Paper short abstract:

In my presentation, I discuss the peculiarities of the ethical process, the moral conundrums and the disciplinary restrictions that a medical anthropologist faces in carrying ethnographic research involving people with dementia in Scotland, UK.

Paper long abstract:

Fieldwork has always been envisioned in ethnographic research as open, interceding surprise, spontaneity and 'accidents' in order to create grounded theories and anthropological knowledge. While this is not excluded in clinical research, the ethical and legal approvals that are required in most Western countries for medical anthropological research in general and with adults with incapacity of consenting in particular frame a different path of getting into the field. The process of getting ethical approvals, without which no research task can be undertaken, follow the so-called clinical gold standard of research. This is characterised by huge bureaucracy; a labyrinthic following of rules, responsibilities and regulations that are passed between various bodies, which slow down the process; as well as a conceptual envisioning of what should be done (the clinical trial model) which contradicts the very core of anthropological endeavour.

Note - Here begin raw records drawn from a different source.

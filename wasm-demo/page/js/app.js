// The page frame: sections, inputs, recomputation, persistence, theme, units.
// No physics here: inputs are parsed and every result computed by the core
// (the wasm bindings, `core` below); this file only moves text and numbers.
//
// A section is one file in page/sections/ calling Echo.section({...}):
//   id, title, lead          identity and one line of plain words
//   inputs: [{ key, label, unit | type: 'choice' | 'check', value, hint, param, options }]
//            unit: a dimension name of core's parse_quantity ("time", "length", …)
//            param: the core's parameter name, so a core error marks this field
//   compute(values, core, ctx) -> { rows: [{ key, label, text, value, data, main, note }], plot? }
//            value (and data: {name: number}) go into data-* attributes for tests
//   draw(host, result, ctx)  optional, draws result.plot into the section's plot area
//   setup(card, api)         optional, once after building: extra controls (files,
//            buttons); api.rerun() recomputes the section, api.parts its elements
//   planned: 'what it will do'  instead of inputs/compute: a place kept for later
'use strict';
const Echo = (() => {
  const STORE_KEY = 'echoline.page.v1';
  const FORMAT = 'echoline-page-inputs';
  const specs = [];
  const ui = new Map();
  const state = { system: 'metric', theme: 'auto', inputs: {} };
  let core = null;
  let firstResultMs = null;

  // Sections registered after start (the scripts js/boot.js unpacks) are
  // built and computed as they arrive, in the order of their files.
  let place = null;
  function section(spec) {
    specs.push(spec);
    if (place) {
      build(spec, place.main, place.nav, place.later);
      if (!spec.planned) run(spec);
      // Cards already drawn may have changed width: draw all again once
      // the late ones are in.
      clearTimeout(place.redraw);
      place.redraw = setTimeout(runAll, 0);
    }
  }

  function h(tag, attrs, ...children) {
    const e = document.createElement(tag);
    for (const [k, v] of Object.entries(attrs || {})) {
      if (v === false || v === undefined || v === null) continue;
      if (k === 'class') e.className = v;
      else if (k === 'text') e.textContent = v;
      else e.setAttribute(k, v === true ? '' : String(v));
    }
    for (const c of children) if (c !== null && c !== undefined) e.append(c);
    return e;
  }

  // ---- persistence ------------------------------------------------------
  function snapshot() {
    return { format: FORMAT, version: 1, system: state.system, theme: state.theme, inputs: state.inputs };
  }
  function adopt(s) {
    if (!s || typeof s !== 'object') return false;
    if (s.system === 'metric' || s.system === 'imperial') state.system = s.system;
    if (['auto', 'light', 'dark'].includes(s.theme)) state.theme = s.theme;
    if (s.inputs && typeof s.inputs === 'object') {
      for (const [sec, vals] of Object.entries(s.inputs)) {
        if (!vals || typeof vals !== 'object') continue;
        const into = (state.inputs[sec] ||= {});
        for (const [k, v] of Object.entries(vals)) {
          if (typeof v === 'string' || typeof v === 'boolean') into[k] = v;
        }
      }
    }
    return true;
  }
  function save() {
    try { localStorage.setItem(STORE_KEY, JSON.stringify(snapshot())); } catch (_) { /* storage off */ }
  }
  function restore() {
    try { adopt(JSON.parse(localStorage.getItem(STORE_KEY) || 'null')); } catch (_) { /* ignore */ }
  }

  // ---- building sections -----------------------------------------------
  function field(spec, f) {
    const id = `${spec.id}-${f.key}`;
    const saved = state.inputs[spec.id]?.[f.key];
    const hint = f.hint ? h('span', { class: 'hint', id: `${id}-hint`, text: f.hint }) : null;
    const error = h('span', { class: 'error', id: `${id}-error`, 'aria-live': 'polite' });
    const described = [hint && `${id}-hint`, `${id}-error`].filter(Boolean).join(' ');
    let control;
    if (f.type === 'choice') {
      control = h('select', { id, 'aria-describedby': described });
      for (const [value, text] of f.options) control.append(h('option', { value, text }));
      control.value = typeof saved === 'string' && f.options.some(([v]) => v === saved) ? saved : f.value;
    } else if (f.type === 'check') {
      control = h('input', { type: 'checkbox', id, 'aria-describedby': described });
      control.checked = typeof saved === 'boolean' ? saved : !!f.value;
      return { el: h('div', { class: 'field' }, h('label', {}, control, ` ${f.label}`), hint, error), control, error };
    } else {
      control = h('input', {
        type: 'text', id, autocomplete: 'off', spellcheck: 'false', inputmode: 'text',
        'aria-describedby': described, 'data-unit': f.unit,
      });
      control.value = typeof saved === 'string' ? saved : f.value;
    }
    return { el: h('div', { class: 'field' }, h('label', { for: id, text: f.label }), control, hint, error), control, error };
  }

  function build(spec, main, nav, later) {
    const title = h('h2', { id: `${spec.id}-title`, text: spec.title });
    const card = h('section', { class: `card${spec.wide ? ' wide' : ''}`, id: spec.id, 'aria-labelledby': `${spec.id}-title` }, title);
    nav.append(h('li', {}, h('a', { href: `#${spec.id}`, class: spec.planned ? 'later' : null, text: spec.title })));
    if (spec.planned) {
      card.classList.add('planned');
      title.append(h('span', { class: 'tag', text: 'coming' }));
      card.append(h('p', { class: 'lead', text: spec.planned }));
      later.append(card);
      return;
    }
    card.append(h('p', { class: 'lead', text: spec.lead }));
    const form = h('form', { class: 'inputs', 'aria-label': `${spec.title}: inputs` });
    form.addEventListener('submit', (e) => e.preventDefault());
    const fields = new Map();
    for (const f of spec.inputs) {
      const w = field(spec, f);
      fields.set(f.key, { spec: f, ...w });
      form.append(w.el);
      const ev = f.type === 'choice' || f.type === 'check' ? 'change' : 'input';
      w.control.addEventListener(ev, () => { run(spec); save(); });
    }
    const status = h('p', { class: 'status', role: 'status' });
    const rows = h('dl', { class: 'rows' });
    const plot = h('div', { class: 'plot' });
    const results = h('div', { class: 'results', 'aria-label': `${spec.title}: results`, 'aria-live': 'polite' }, status, rows, plot);
    card.append(h('div', { class: 'body' }, form, results));
    main.append(card);
    ui.set(spec.id, { fields, status, rows, plot, results });
    if (spec.setup) spec.setup(card, { rerun: () => run(spec), save, parts: { form, status, rows, plot, results }, core });
  }

  // ---- computing ---------------------------------------------------------
  function message(e) {
    return String((e && e.message) || e).replace(/^line 1, /, '');
  }
  function mark(w, msg) {
    w.el.classList.toggle('bad', !!msg);
    w.control.setAttribute('aria-invalid', msg ? 'true' : 'false');
    w.error.textContent = msg || '';
  }
  const ctx = {
    get system() { return state.system; },
    /** A length in the chosen system: values from the core in both units. */
    length(m, ft, n = 4) {
      return state.system === 'imperial'
        ? { text: `${Fmt.sig(ft, n)} ft`, value: ft }
        : { text: `${Fmt.sig(m, n)} m`, value: m };
    },
    fmt: Fmt,
  };

  function run(spec) {
    const u = ui.get(spec.id);
    const values = {};
    const saved = (state.inputs[spec.id] ||= {});
    let bad = 0;
    for (const [key, w] of u.fields) {
      const f = w.spec;
      if (f.type === 'check') { values[key] = w.control.checked; saved[key] = w.control.checked; continue; }
      saved[key] = w.control.value;
      if (f.type === 'choice') { values[key] = w.control.value; continue; }
      try {
        values[key] = core.parse_quantity(w.control.value, f.unit);
        mark(w, null);
      } catch (e) {
        mark(w, message(e));
        bad++;
      }
    }
    if (bad) {
      u.results.classList.add('stale');
      u.status.textContent = bad === 1
        ? 'Fix the marked entry; the figures below are for the last valid entries.'
        : `Fix the ${bad} marked entries; the figures below are for the last valid entries.`;
      return;
    }
    let out;
    try {
      out = spec.compute(values, core, ctx);
    } catch (e) {
      let msg = message(e);
      for (const w of u.fields.values()) {
        for (const p of [].concat(w.spec.param || [])) {
          if (msg.startsWith(`${p} `)) { msg = w.spec.label + msg.slice(p.length); mark(w, msg); }
        }
      }
      u.results.classList.add('stale');
      u.status.textContent = msg;
      return;
    }
    u.results.classList.remove('stale');
    u.status.textContent = '';
    u.rows.textContent = '';
    for (const r of out.rows) {
      const dd = h('dd', { 'data-key': r.key, 'data-value': Number.isFinite(r.value) ? String(r.value) : null, text: r.text });
      for (const [k, x] of Object.entries(r.data || {})) dd.dataset[k] = String(x);
      u.rows.append(h('div', { class: `row${r.main ? ' main' : ''}${r.note ? ' note' : ''}` }, h('dt', { text: r.label }), dd));
    }
    if (spec.draw) spec.draw(u.plot, out, ctx);
    if (firstResultMs === null) {
      firstResultMs = performance.now();
      document.documentElement.dataset.firstResultMs = firstResultMs.toFixed(1);
      const t = document.getElementById('timing');
      if (t) t.textContent = `First result ${firstResultMs.toFixed(0)} ms after opening.`;
    }
  }
  function runAll() { for (const s of specs) if (!s.planned) run(s); }

  // ---- page controls -------------------------------------------------------
  function applyTheme() {
    const root = document.documentElement;
    if (state.theme === 'auto') delete root.dataset.theme; else root.dataset.theme = state.theme;
    document.getElementById('theme').textContent = `Theme: ${state.theme}`;
  }
  function applySystem() {
    for (const r of document.querySelectorAll('#system input')) r.checked = r.value === state.system;
  }
  function refill() {
    for (const s of specs) {
      const u = ui.get(s.id);
      if (!u) continue;
      for (const [key, w] of u.fields) {
        const v = state.inputs[s.id]?.[key];
        if (w.spec.type === 'check') { if (typeof v === 'boolean') w.control.checked = v; } else if (typeof v === 'string') w.control.value = v;
      }
    }
  }
  function controls() {
    for (const r of document.querySelectorAll('#system input')) {
      r.addEventListener('change', () => { state.system = r.value; save(); runAll(); });
    }
    document.getElementById('theme').addEventListener('click', () => {
      state.theme = { auto: 'light', light: 'dark', dark: 'auto' }[state.theme];
      applyTheme(); save();
    });
    document.getElementById('export').addEventListener('click', () => {
      const blob = new Blob([JSON.stringify(snapshot(), null, 2)], { type: 'application/json' });
      const a = h('a', { href: URL.createObjectURL(blob), download: 'echoline-inputs.json' });
      document.body.append(a); a.click(); a.remove();
      setTimeout(() => URL.revokeObjectURL(a.href), 1000);
    });
    document.getElementById('import').addEventListener('change', async (e) => {
      const file = e.target.files && e.target.files[0];
      if (!file) return;
      const boot = document.getElementById('boot');
      try {
        const s = JSON.parse(await file.text());
        if (!s || s.format !== FORMAT) throw new Error('not an Echoline inputs file');
        adopt(s); refill(); applyTheme(); applySystem(); save(); runAll();
        boot.className = 'boot'; boot.textContent = `Loaded inputs from ${file.name}.`;
      } catch (err) {
        boot.className = 'boot failed'; boot.textContent = `Could not load ${file.name}: ${message(err)}`;
      }
      e.target.value = '';
    });
    document.getElementById('print').addEventListener('click', () => window.print());
    let resize = 0; // plots are drawn at the width they have: redraw after a resize
    window.addEventListener('resize', () => { clearTimeout(resize); resize = setTimeout(runAll, 150); });
    window.addEventListener('beforeprint', () => {
      const d = new Date();
      const p = (n) => String(n).padStart(2, '0');
      document.getElementById('printed-at').textContent =
        `Echoline report, ${d.getFullYear()}-${p(d.getMonth() + 1)}-${p(d.getDate())} ${p(d.getHours())}:${p(d.getMinutes())}.`;
    });
  }

  /** Starts the page once the core is ready. */
  function start(bindings) {
    core = bindings;
    restore();
    applyTheme();
    applySystem();
    const main = document.getElementById('sections');
    const nav = document.querySelector('#nav ul');
    const later = h('div', { class: 'planned-group', 'aria-label': 'Sections to come' });
    // Build and compute one section at a time: the first figures appear
    // before the later sections are even built.
    for (const s of specs.slice().sort((a, b) => (a.order ?? 50) - (b.order ?? 50))) {
      build(s, main, nav, later);
      if (!s.planned) run(s);
    }
    if (later.childElementCount) main.append(later);
    place = { main, nav, later };
    controls();
    // Plots are drawn at the width their card has; the first cards were drawn
    // before the later ones shared the row with them: draw again once all are in.
    setTimeout(runAll, 0);
    const v = document.getElementById('version');
    if (v) v.textContent = `Core bindings ${core.version()}.`;
  }

  /** A section's saved inputs (strings and booleans), persisted and exported with the rest. */
  function stateOf(id) { return (state.inputs[id] ||= {}); }

  return { section, start, h, ctx, message, stateOf, save, shared: {} };
})();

In my presentation, I discuss the peculiarities of the ethical process, the moral conundrums and the disciplinary restrictions that a medical anthropologist faces in carrying research involving people with dementia in Scotland, UK. I follow my own experience of getting the ethical approvals for carrying ethnographic research with people living with dementia in care facilities and therapy-animals, as well as accounts from fellow social scientists facing similar difficulties. I further discuss how ethical codes of our discipline are contested by these ethical regulations and how we, as social scientists, can and should contribute to a decongestion of the ethical approval system that endanger ethnographic research involving human participants cognitively impaired.